- Active: 1776–1781
- Allegiance: Continental Congress
- Type: Infantry
- Part of: Pennsylvania Line
- Colors: Brown with Red Facings
- Engagements: Battle of Brandywine (1777); Battle of Paoli (1777); Battle of Germantown (1777); Battle of Monmouth (1778); Battle of Springfield (1780);

Commanders
- Notable commanders: Colonel Richard Butler

= 9th Pennsylvania Regiment =

Continental Army infantry regiment

The 9th Pennsylvania Regiment was authorized 16 September 1776 and was assigned to the main Continental Army on 27 December 1776. It was organized during the spring of 1777 to consist of eight companies of volunteers from Westmoreland, Lancaster, Chester, Philadelphia and Cumberland counties of the commonwealth of Pennsylvania.
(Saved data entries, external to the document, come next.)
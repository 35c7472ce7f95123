package org.ductledger.numeric;

/**
 * The two solutions of log(1 + c (M^2 - 1)) / c - log M^2 = K about M = 1, for 0 &lt; c &lt; 1 and K &gt;= 0. The area
 * ratio, the mass flow number and q/p0 all lead to it, each with a c of its own.
 *
 * <p>It is solved for log M, in which both branches are nearly straight, by Householder's steps of order 4, whose
 * derivatives need no transcendental function.
 */
public final class SonicBalance {
    /** From here on log(1 + c (M^2 - 1)) is log c + log M^2 to the last digit. */
    private static final double FAR_MACH = 0x1p330;

    private static final double LOG_FAR_MACH = 228;

    /** Between these the logarithms keep all digits of M; beyond, their own rounding grows and a refinement is due. */
    private static final double NEAR_LEAST = 0.6;

    private static final double NEAR_MOST = 1.7;

    /** A step this small leaves an error of its fourth power: far below the last digit of M. */
    private static final double LAST_STEP = 3e-5;

    /** As small as a step must be where a refinement follows. */
    private static final double LAST_STEP_BEFORE_REFINEMENT = 0.02;

    private static final int MOST_STEPS = 12;

    private SonicBalance() {}

    /**
     * The solution below 1 or above it, as well as the logarithms have it: to the last digits near M = 1.
     *
     * @param k the right-hand side, finite
     * @param c between 0 and 1
     * @param d 1 - c
     * @return M; infinity beyond the range of a double; NaN for a K below 0
     */
    public static double solve(double k, double c, double d, boolean above) {
        return iterated(k, c, d, above, LAST_STEP);
    }

    /** The solution, to the last digits where {@link #isNear} holds of it, else to about six for a refinement. */
    public static double approached(double k, double c, double d, boolean above) {
        return iterated(k, c, d, above, LAST_STEP_BEFORE_REFINEMENT);
    }

    private static double iterated(double k, double c, double d, boolean above, double lastFarStep) {
        if (!(k > 0)) {
            return k == 0 ? 1 : Double.NaN;
        }
        double logMach = seed(k, c, d, above);
        if (logMach > LOG_FAR_MACH) {
            return StrictMath.exp(0.5 * (c * k - StrictMath.log(c)) / d);
        }
        double mach = StrictMath.exp(logMach);
        for (int i = 0; i < MOST_STEPS; i++) {
            double step = step(mach, residual(mach, k, c, d), c, d);
            mach = moved(mach, step);
            if (Math.abs(step) < (isNear(mach) ? LAST_STEP : lastFarStep)) {
                return mach;
            }
        }
        return Double.NaN;
    }

    /** Whether {@link #approached} gave all digits. */
    public static boolean isNear(double mach) {
        return mach > NEAR_LEAST && mach < NEAR_MOST;
    }

    /**
     * One more step.
     *
     * @param residual the left-hand side less K at this M, better known than as a difference of logarithms
     */
    public static double refined(double mach, double residual, double c, double d) {
        return moved(mach, step(Math.min(mach, FAR_MACH), residual, c, d));
    }

    /** The logarithm of M by a rational function with three terms of the series about M = 1 and the slope far off. */
    private static double seed(double k, double c, double d, boolean above) {
        double s = Math.sqrt(0.5 * k / d);
        double t = above ? s : -s;
        double skew = 1 - 2 * c;
        double second = -skew / 3;
        double third = 5 * skew * skew / 18 - (1 - 6 * c * d) / 6;
        double far = above ? c : -d;
        double pole = third / (far - second);
        return t * (1 + t * ((pole + second) + t * far * pole)) / (1 + pole * t);
    }

    private static double residual(double mach, double k, double c, double d) {
        double x = (mach - 1) * (mach + 1);
        double cx = c * x;
        double logSum = cx > -0.5 ? StrictMath.log1p(cx) : StrictMath.log(d + c * mach * mach);
        double logSquare = x > -0.5 ? StrictMath.log1p(x) : 2 * StrictMath.log(mach);
        return logSum / c - logSquare - k;
    }

    /** The step of log M^2. */
    private static double step(double mach, double residual, double c, double d) {
        double m = mach * mach;
        double sum = d + c * m;
        double x = (mach - 1) * (mach + 1);
        double n = residual * sum / (d * x);
        double a = m / (sum * x);
        double b = a * (d - c * m) / sum;
        double an = a * n;
        return -n * (1 - 0.5 * an) / (1 - an + b * n * n / 6);
    }

    private static double moved(double mach, double step) {
        double h = 0.5 * step;
        return Math.abs(h) < 1e-4 ? mach + mach * (h + 0.5 * h * h) : mach * StrictMath.exp(h);
    }
}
The regiment was assigned to the 3d Pennsylvania Brigade of the main Continental Army on 27 May 1777. On 1 July 1778 the regiment was re-organized into nine companies. On 22 July 1778 the regiment was reassigned to the 2d Pennsylvania Brigade. It was consolidated with the 5th Pennsylvania Regiment on 17 January 1781 and re-designated as the 5th Pennsylvania Regiment and concurrently furloughed at Trenton, New Jersey. The regiment would see action during the Battle of Brandywine, Battle of Germantown, Battle of Monmouth and the Battle of Springfield.

The regiment was known for wearing brown uniforms with red facings and a brimmed leather jockey cap adorned with a black feather.